Carrell and Menzel ([7]) surveyed 256 undergraduate students at a liberal arts university to seek the correlation between teachers" immediacy behaviors and learners' WTC. Although they observed a significant relationship between the teachers' verbal immediacy behavior and the students" WTC in class, no positive relationship was found between the instructors' nonverbal immediacy and students' predisposition to speak in class.
On the other hand, many researchers like Hsu ([22]), Saechou ([48]), and Harran ([19]) confirmed the notion that nonverbal immediacy behaviors increased liking in teacher–student relationships in the classroom. Therefore, in a situation where liking is essential for boosting communication, the use of nonverbal immediacy may work well for the participants (Hsu, [22]). Velez and Cano ([50]) also noted that the teachers' immediacy was related to both verbal and nonverbal constructs; it increased the students' good feeling toward the instructors and subject matter, and also decreased the students' apprehension.
In as much as the purposes of the study are to examine the relationship between Iranian EFL learners' willingness to communicate (WTC) and their immediacy attributes, this study addresses the following question:
RQ: Is there a significant relationship between EFL learners' willingness to communicate (WTC) and their teacher immediacy attributes?
3. Methodology
3.1. Participants
A total number of 256 EFL learners participated in this study from three private language institutes of Mashhad, Khorasan-e-Razavi, Iran. They were selected based on random sampling. Their ages ranged between 15 and 40 (mean = 24.35, SD = 4.24). From among the 256 EFL learners, 150 (58.59%) were male and 106 (41.40%) were female EFL learners. All of them were advanced learners of English. So, their level of proficiency was controlled. They normally use English as the foreign language about 30 hours a week. To help the participants prevent wrong judgment about the immediacy behavior of their teachers, only those students who had been taught by the same instructor for at least two consecutive terms were selected.
3.2. Instruments
The instrumentation in the present study consisted of two questionnaires: 1) Willingness to Speak Questionnaire, and 2) Immediacy Questionnaire.

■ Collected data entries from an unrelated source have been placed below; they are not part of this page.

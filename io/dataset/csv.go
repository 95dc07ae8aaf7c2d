package dataset

import (
	"bufio"
	"bytes"
	"context"
	"crypto/sha256"
	"encoding/csv"
	"encoding/hex"
	"errors"
	"fmt"
	"hash"
	"io"
	"os"

	"github.com/apache/arrow-go/v18/arrow"
	"github.com/apache/arrow-go/v18/arrow/array"
	arrowcsv "github.com/apache/arrow-go/v18/arrow/csv"
)

// batchRows is the number of rows per Arrow record batch, for CSV and
// Parquet alike. Arrow's CSV reader defaults to one row per batch, which is
// about four times slower. Tests lower it to cross batch boundaries.
var batchRows = 1 << 16

// utf8BOM is the byte order mark that some programs write at the start of a
// UTF-8 text file.
var utf8BOM = []byte{0xEF, 0xBB, 0xBF}

// skipBOM drops a UTF-8 byte order mark at the start of br.
func skipBOM(br *bufio.Reader) {
	if b, err := br.Peek(len(utf8BOM)); err == nil && bytes.Equal(b, utf8BOM) {
		_, _ = br.Discard(len(utf8BOM))
	}
}

// separator returns the field separator of a text format.
func separator(f Format) rune {
	if f == TSV {
		return '\t'
	}
	return ','
}

// textHeader reads the first record of a CSV or TSV file.
func textHeader(path string, comma rune) ([]string, error) {
	f, err := os.Open(path)
	if err != nil {
		return nil, fmt.Errorf("read dataset %q: %w", path, err)
	}
	defer f.Close()
	br := bufio.NewReader(f)
	skipBOM(br)
	r := csv.NewReader(br)
	r.Comma = comma
	r.FieldsPerRecord = -1
	rec, err := r.Read()
	if errors.Is(err, io.EOF) {
		return nil, fmt.Errorf("read dataset %q: the file is empty; its first line must name the columns", path)
	}
	if err != nil {
		return nil, fmt.Errorf("read dataset %q: header line: %w", path, err)
	}
	return rec, nil
}

// hashCounter hashes and counts the bytes written to it.
type hashCounter struct {
	h hash.Hash
	n int64
}

func (c *hashCounter) Write(p []byte) (int, error) {
	c.n += int64(len(p))
	return c.h.Write(p)
}

// readText reads a CSV or TSV file with Arrow's CSV reader, hashing the
// bytes as they stream past.
func readText(ctx context.Context, spec Spec, comma rune) (*Table, error) {
	header, err := textHeader(spec.Path, comma)
	if err != nil {
		return nil, err
	}
	idx, err := findColumns(spec.Path, header, spec.Columns)
	if err != nil {
		return nil, err
	}

	f, err := os.Open(spec.Path)
	if err != nil {
		return nil, fmt.Errorf("read dataset %q: %w", spec.Path, err)
	}
	defer f.Close()
	st, err := f.Stat()
	if err != nil {
		return nil, fmt.Errorf("read dataset %q: %w", spec.Path, err)
	}
	hc := &hashCounter{h: sha256.New()}
	br := bufio.NewReaderSize(io.TeeReader(f, hc), 1<<16)
	skipBOM(br)

	// Every column is read as text through an explicit schema. Arrow's
	// projection (WithIncludeColumns) works only with its inferring reader,
	// which panics on a file with no data rows or a bad first row (arrow-go
	// v18.9.0: its record builder is made from the first row).
	fields := make([]arrow.Field, len(header))
	for i, h := range header {
		fields[i] = arrow.Field{Name: h, Type: arrow.BinaryTypes.String}
	}
	rr := arrowcsv.NewReader(br, arrow.NewSchema(fields, nil),
		arrowcsv.WithHeader(true),
		arrowcsv.WithChunk(batchRows),
		arrowcsv.WithComma(comma),
		arrowcsv.WithLazyQuotes(false),
	)
	defer rr.Release()

	missing := make(map[string]bool, len(spec.Missing))
	for _, m := range spec.Missing {
		missing[m] = true
	}
	t := &Table{Path: spec.Path, Columns: make([]Column, len(spec.Columns))}
	sinks := make([]*sink, len(spec.Columns))
	for i, c := range spec.Columns {
		t.Columns[i] = Column{Name: c.Name, Kind: c.Kind}
		sinks[i] = newSink(&t.Columns[i], c, missing)
	}

	rows := 0
	for rr.Next() {
		if err := ctx.Err(); err != nil {
			return nil, fmt.Errorf("read dataset %q: %w", spec.Path, err)
		}
		rec := rr.RecordBatch()
		n := int(rec.NumRows())
		if rows == 0 && n == batchRows {
			// Guess the total from the bytes the first batch took, so
			// that the columns grow once rather than by doubling.
			if off := rr.InputOffset(); off > 0 {
				est := float64(st.Size()) / float64(off) * float64(n) * 1.05
				grow(sinks, int(min(est, float64(st.Size()))))
			}
		} else {
			grow(sinks, n)
		}
		// Convert column by column; on a bad cell, later columns are read
		// only up to that row, so the first bad row (and within it the
		// first requested column) is the one reported.
		bad, badCol := n, -1
		var badProblem *cellProblem
		for k, s := range sinks {
			arr := rec.Column(idx[k]).(*array.String)
			for i := 0; i < bad; i++ {
				if p := s.add(arr.Value(i)); p != nil {
					bad, badCol, badProblem = i, k, p
					break
				}
			}
		}
		if badCol >= 0 {
			arr := rec.Column(idx[badCol]).(*array.String)
			row := rows + bad + 1
			line, _ := locateRow(spec.Path, comma, row)
			return nil, &CellError{
				Path: spec.Path, Row: row, Line: line,
				Column: spec.Columns[badCol].Name, Value: arr.Value(bad),
				Reason: badProblem.reason, Hint: badProblem.hint,
			}
		}
		rows += n
	}
	if err := rr.Err(); err != nil {
		return nil, textError(spec.Path, comma, rows+1, len(header), err)
	}
	// The CSV reader stops at the end of the data; hash anything after it.
	if _, err := io.Copy(io.Discard, br); err != nil {
		return nil, fmt.Errorf("read dataset %q: %w", spec.Path, err)
	}
	t.Rows = rows
	t.SHA256 = hex.EncodeToString(hc.h.Sum(nil))
	t.Bytes = hc.n
	return t, nil
}

// grow makes room for n more rows in every sink.
func grow(sinks []*sink, n int) {
	for _, s := range sinks {
		s.grow(n)
	}
}

// textError turns an error of the CSV reader, met while reading data row
// row, into a *CellError when it is about the row's shape or quoting.
func textError(path string, comma rune, row, headerFields int, err error) error {
	var pe *csv.ParseError
	if !errors.As(err, &pe) {
		return fmt.Errorf("read dataset %q: row %d: %w", path, row, err)
	}
	e := &CellError{Path: path, Row: row, Line: pe.StartLine}
	switch {
	case errors.Is(pe.Err, csv.ErrFieldCount):
		_, n := locateRow(path, comma, row)
		e.Reason = fmt.Sprintf("has %s but the header has %d", fieldCount(n), headerFields)
		if n > headerFields && comma == ',' {
			e.Hint = "a field holding a comma must be quoted"
		}
	case errors.Is(pe.Err, csv.ErrBareQuote):
		e.Reason = fmt.Sprintf("has a stray quote (line %d, column %d)", pe.Line, pe.Column)
		e.Hint = `a field that holds a quote must be quoted as a whole, with the inner quote doubled: "say ""hi"""`
	case errors.Is(pe.Err, csv.ErrQuote):
		e.Reason = fmt.Sprintf("has a quoted field that is badly closed or never closed (line %d, column %d)", pe.Line, pe.Column)
		e.Hint = "a quoted field ends with a quote followed by the separator or the end of the line"
	default:
		e.Reason = fmt.Sprintf("cannot be parsed: %v", pe.Err)
	}
	return e
}

// locateRow re-reads a text file to find the line where data row row
// (1-based, header excluded) starts, and how many fields it has. It is used
// only to describe an error, so it returns zeros when it cannot tell.
func locateRow(path string, comma rune, row int) (line, fields int) {
	f, err := os.Open(path)
	if err != nil {
		return 0, 0
	}
	defer f.Close()
	br := bufio.NewReader(f)
	skipBOM(br)
	r := csv.NewReader(br)
	r.Comma = comma
	r.FieldsPerRecord = -1
	r.ReuseRecord = true
	for i := 0; i <= row; i++ {
		rec, err := r.Read()
		if err != nil {
			return 0, 0
		}
		if i == row {
			line, _ = r.FieldPos(0)
			return line, len(rec)
		}
	}
	return 0, 0
}

// fieldCount says "1 field" or "n fields".
func fieldCount(n int) string {
	if n == 1 {
		return "1 field"
	}
	return fmt.Sprintf("%d fields", n)
}
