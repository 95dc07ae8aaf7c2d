package dataset

import (
	"math"
	"testing"
)

// The expected numbers are the decimal values written in the cells; the
// float64 they denote is what the Go compiler makes of the same literal.
func TestParseNumber(t *testing.T) {
	for _, c := range []struct {
		cell   string
		want   float64
		reason string // "" when the cell is a number
	}{
		{"3.25", 3.25, ""},
		{"  -0.5\t", -0.5, ""},
		{"1e-3", 0.001, ""},
		{"+7", 7, ""},
		{"0.1", 0.1, ""},
		{"1.7976931348623157e308", math.MaxFloat64, ""},
		{"4.9e-324", math.SmallestNonzeroFloat64, ""},
		{"NaN", nan, ""},
		{"nan", nan, ""},
		{"Inf", math.Inf(1), ""},
		{"+Inf", math.Inf(1), ""},
		{"-Inf", math.Inf(-1), ""},
		{"Infinity", math.Inf(1), ""},
		{"-infinity", math.Inf(-1), ""},
		{"1e400", 0, "is outside the range of a 64-bit float (about ±1.8e308)"},
		{"-1e400", 0, "is outside the range of a 64-bit float (about ±1.8e308)"},
		{"3,5", 0, "is not a number"},
		{"abc", 0, "is not a number"},
		{"1.2.3", 0, "is not a number"},
		{"", 0, "is empty"},
		{"   ", 0, "is empty"},
		{"12 kg", 0, "is not a number"},
	} {
		got, p := parseNumber(c.cell)
		switch {
		case c.reason == "" && p != nil:
			t.Errorf("parseNumber(%q): unexpected problem %q", c.cell, p.reason)
		case c.reason != "" && (p == nil || p.reason != c.reason):
			t.Errorf("parseNumber(%q) = %v, %+v; want problem %q", c.cell, got, p, c.reason)
		case c.reason == "" && got != c.want && !(math.IsNaN(got) && math.IsNaN(c.want)):
			t.Errorf("parseNumber(%q) = %v, want %v", c.cell, got, c.want)
		}
	}
	// Only a comma that would make a number gets the decimal-comma hint.
	for cell, hint := range map[string]bool{"3,5": true, "1,234": true, "a,b": false, "3,5,1": false, "3.5,1": false} {
		if _, p := parseNumber(cell); p == nil || (p.hint != "") != hint {
			t.Errorf("parseNumber(%q): problem %+v, want hint %v", cell, p, hint)
		}
	}
}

3.2.1. Willingness to speak questionnaire (WTS)
In this study, the Willingness to Communicate (WTC) scale created by MacIntyre et al. (2001) will be utilized. This scale has 27 items testing communication inside the classroom setting. It is a 5-point Likert scale questionnaire comprising four skill areas of speaking (8 items), reading (6 items), writing (8 items) and listening comprehension (5 items). Regarding the reliability of the scale, previous internal (alpha) reliability estimates have been reported (McCroskey & Baer, [32]; McCroskey & McCroskey, [33]) at.95 and.91, respectively.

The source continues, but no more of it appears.